Just as with musculo-skeletal disorders, it's the assessment of risks that's tricky. For two classses of reasons: symptoms are partly subjective and assessing the nature and degree of hazards is often clouded as well as complicated.
Bias can affect the judgment of an employee just as much as that of an employer; for example, I've been asked to assess an employee who asserted that his employer was failing in his duty of care in relation to stress because, in the opinion of the employee alone, he was more qualified to do his job than his manager and experienced stress when being instructed to share information with other employees during daily meetings.

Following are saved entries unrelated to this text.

"""Running cairn against real services in subprocesses: a database, a broker, a worker.

The pytest process uses its own test database; these helpers give the subprocesses (a
`celery worker`, management commands, flow scripts) a separate, real one.
"""

from __future__ import annotations

import json
import os
import socket
import subprocess
import sys
import time
import uuid
from contextlib import contextmanager
from pathlib import Path

ROOT = Path(__file__).resolve().parents[2]
PG_HOST, PG_PORT = "127.0.0.1", 5432
REDIS_HOST, REDIS_PORT = "127.0.0.1", 6379


def port_open(host: str, port: int) -> bool:
    try:
        with socket.create_connection((host, port), timeout=1.0):
            return True
    except OSError:
        return False


@contextmanager
def postgres_database():
    """A fresh PostgreSQL database on 127.0.0.1:5432 (dropped afterwards); yields its URL."""
    import psycopg

    name = f"cairn_it_{uuid.uuid4().hex[:10]}"
    admin = f"postgresql://postgres@{PG_HOST}:{PG_PORT}/postgres"
    with psycopg.connect(admin, autocommit=True) as conn:
        conn.execute(f'CREATE DATABASE "{name}"')
    try:
        yield f"postgres://postgres@{PG_HOST}:{PG_PORT}/{name}"
    finally:
        with psycopg.connect(admin, autocommit=True) as conn:
            conn.execute(f'DROP DATABASE IF EXISTS "{name}" WITH (FORCE)')


class Stack:
    """Environment for subprocesses: DATABASE_URL, CELERY_BROKER_URL and a data dir."""

    def __init__(self, tmp: Path, database_url: str, broker_url: str) -> None:
        self.env = {
            **{k: v for k, v in os.environ.items() if not k.startswith("PYTEST")},
            "DJANGO_SETTINGS_MODULE": "cairn.settings",
            "CAIRN_VAR_DIR": str(tmp / "var"),
            "CAIRN_DATA_DIR": str(tmp / "data"),
            "DATABASE_URL": database_url,
            "CELERY_BROKER_URL": broker_url,
            "PYTHONPATH": str(ROOT),
        }

    def manage(self, *args: str) -> str:
        result = subprocess.run(
            [sys.executable, "manage.py", *args],
            cwd=ROOT,
            env=self.env,
            capture_output=True,
            text=True,
            timeout=300,
        )
        if result.returncode != 0:
            raise RuntimeError(f"manage.py {' '.join(args)} failed:\n{result.stderr}")
        return result.stdout

    def flow(self, name: str, **kwargs: object) -> dict:
        """Run a function of tests/integration/flows.py in a subprocess; return its JSON."""
        result = subprocess.run(
            [sys.executable, "-m", "tests.integration.flows", name, json.dumps(kwargs)],
            cwd=ROOT,
            env=self.env,
            capture_output=True,
            text=True,
            timeout=300,
        )
        if result.returncode != 0:
            raise RuntimeError(f"flow {name} failed:\n{result.stderr}")
        return json.loads(result.stdout.strip().splitlines()[-1])

    @contextmanager
    def worker(self, log_path: Path):
        """A real `celery worker` process, stopped (SIGTERM, then kill) afterwards."""
        with open(log_path, "w") as log:
            process = subprocess.Popen(
                [
                    sys.executable,
                    "-m",
                    "celery",
                    "-A",
                    "cairn",
                    "worker",
                    "--pool=solo",
                    "--loglevel=INFO",
                    f"--hostname=it-{uuid.uuid4().hex[:6]}@%h",
                    "--without-gossip",
                    "--without-mingle",
                    "--without-heartbeat",
                ],
                cwd=ROOT,
                env=self.env,
                stdout=log,
                stderr=subprocess.STDOUT,
            )
        try:
            deadline = time.monotonic() + 60
            while "ready." not in log_path.read_text():
                if process.poll() is not None or time.monotonic() > deadline:
                    raise RuntimeError(f"worker did not start:\n{log_path.read_text()}")
                time.sleep(0.2)
            yield process
        finally:
            process.terminate()
            try:
                process.wait(timeout=20)
            except subprocess.TimeoutExpired:
                process.kill()
                process.wait()


def wait_for(check, timeout: float = 60.0, interval: float = 0.3):
    """Call `check` until it returns something truthy; return it (or raise on timeout)."""
    deadline = time.monotonic() + timeout
    while time.monotonic() < deadline:
        value = check()
        if value:
            return value
        time.sleep(interval)
    raise TimeoutError("condition not met in time")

Both the employer and employee have continued to tolerate this 'stressful' situation for 9 months now.
The other extreme sometimes emerges in court hearings, such as an instance when I was an expert witnees in a case about occuaptional streas when a manager on the ninth of ten days of a hearing admitted that he wanted to get an employee out (after she claimed a condition of alopecia arising from harassment by him). In this instance, regrettably the manager was very, very ill-advised by the inhouse HR and safety advisers who, as agreed by the court, confused a grievance procedure with a risk assessment.
The point is that if you are unable to conduct a risk assessment of stress, consult a chartered occupational psychologist, preferably one who's qualified in both safety and counselling. He or she can provide you (and the employee) with a report that can later be used as court evidence shoudl the need arise.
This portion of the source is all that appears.